> [REQUIRED ACTION] Retype exactly the lines that run from the start of the data to the line holding "-- second order", including both, and only those.

> [INPUT MATERIAL]
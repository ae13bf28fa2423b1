"""Low-order process models for loop tuning, and Skogestad's half rule to obtain them.

* :class:`FOPDT` -- first order plus dead time, ``k e^{-theta s} / (tau s + 1)``;
* :class:`SOPDT` -- second order plus dead time,
  ``k e^{-theta s} / ((tau1 s + 1)(tau2 s + 1))``;
* :class:`IntegratingDeadTime` -- ``k' e^{-theta s} / (s (tau2 s + 1))``
  (``tau2 = 0`` gives the plain integrator with dead time);
* :func:`half_rule` -- reduce a :class:`~drivekit.linear.LinearModel` to one
  of the above.

The gains are in SI units of the plant's output per unit of its input
(e.g. (m**3/s)/%), the times in seconds. Each model gives an exact
:class:`~drivekit.linear.LinearModel` (the dead time kept in ``delay``) and
its frequency response with the dead time exact.
"""

from __future__ import annotations

import dataclasses
import math
from typing import TYPE_CHECKING, Any

import numpy as np

from .linear import LinearModel
from .units import ParameterError, convert_fields, param

__all__ = ["FOPDT", "SOPDT", "IntegratingDeadTime", "half_rule", "transfer_function_model"]


def transfer_function_model(num: Any, den: Any, dead_time: float = 0.0) -> LinearModel:
    """A LinearModel from transfer-function coefficients (highest power first) and a dead time.

    Parameters
    ----------
    num, den : sequence of float
        Numerator and denominator coefficients in s, highest power first;
        proper (len(num) <= len(den)). [SI]
    dead_time : float
        Output dead time. [s]

    Returns
    -------
    LinearModel
        Controllable canonical state-space form.
    """
    num = np.trim_zeros(np.atleast_1d(np.asarray(num, dtype=float)), "f")
    den = np.trim_zeros(np.atleast_1d(np.asarray(den, dtype=float)), "f")
    if den.size == 0 or num.size > den.size:
        raise ParameterError(
            f"`num`: got {len(num)} coefficients for a denominator of {len(den)}; expected a proper model"
        )
    if not math.isfinite(dead_time) or dead_time < 0:
        raise ParameterError(f"`dead_time`: got {dead_time!r} s, expected a dead time >= 0 s")
    return _linear(list(num) if num.size else [0.0], list(den), float(dead_time), {})


def _linear(num: list[float], den: list[float], delay: float, names: dict[str, Any]) -> LinearModel:
    """Controllable-canonical state-space of num/den (proper), as a LinearModel."""
    den_a = np.asarray(den, dtype=float)
    num_a = np.zeros(len(den_a))
    num_a[len(den_a) - len(num) :] = num
    num_a, den_a = num_a / den_a[0], den_a / den_a[0]
    n = len(den_a) - 1
    d = num_a[0]
    resid = num_a[1:] - d * den_a[1:]
    A = np.zeros((n, n))
    if n:
        A[0, :] = -den_a[1:]
        A[1:, :-1] = np.eye(n - 1)
    B = np.zeros((n, 1))
    if n:
        B[0, 0] = 1.0
    C = resid.reshape(1, n)
    D = np.array([[d]])
    return LinearModel(A, B, C, D, delay=delay, **names)


def _names(model: Any) -> dict[str, Any]:
    return {
        "input_name": model.input_name,
        "input_unit": model.input_unit,
        "output_name": model.output_name,
        "output_unit": model.output_unit,
        "output_display_unit": model.output_display_unit,
    }


@dataclasses.dataclass(frozen=True, kw_only=True)
class _ProcessModel:
    input_name: str = "input"
    input_unit: str = ""
    output_name: str = "output"
    output_unit: str = ""
    output_display_unit: str = ""

    if TYPE_CHECKING:  # declared by each model's own fields
        gain: Any
        dead_time: Any

    def __post_init__(self) -> None:
        convert_fields(self)
        if self.gain == 0.0:
            raise ParameterError(f"`gain`: got {self.gain!r}, expected a nonzero process gain")

    def _num_den(self) -> tuple[list[float], list[float]]:
        raise NotImplementedError

    def to_linear(self) -> LinearModel:
        """The model as a :class:`~drivekit.linear.LinearModel`, dead time exact in ``delay``."""
        num, den = self._num_den()
        return _linear(num, den, self.dead_time, _names(self))

    def frequency_response(self, omega: Any) -> np.ndarray:
        """Complex response G(jw) with the dead time exact.

        Parameters
        ----------
        omega : array
            Angular frequencies. [rad/s]

        Returns
        -------
        numpy.ndarray of complex
            In output units per input unit (SI).
        """
        w = np.atleast_1d(np.asarray(omega, dtype=float))
        s = 1j * w
        num, den = self._num_den()
        return np.polyval(num, s) / np.polyval(den, s) * np.exp(-s * self.dead_time)

    def table(self) -> list[tuple[str, str, str]]:
        """Rows (parameter, value, unit) for display."""
        rows = []
        for f in dataclasses.fields(self):
            spec = f.metadata.get("spec")
            if spec is not None:
                rows.append((f.name.replace("_", " "), f"{getattr(self, f.name):.4g}", spec.unit or "-"))
        return rows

> [RESULT OF THE TASK]
repository ae13bf28fa2423b1
"""Low-order process models for loop tuning, and Skogestad's half rule to obtain them.

* :class:`FOPDT` -- first order plus dead time, ``k e^{-theta s} / (tau s + 1)``;
* :class:`SOPDT` -- second order plus dead time,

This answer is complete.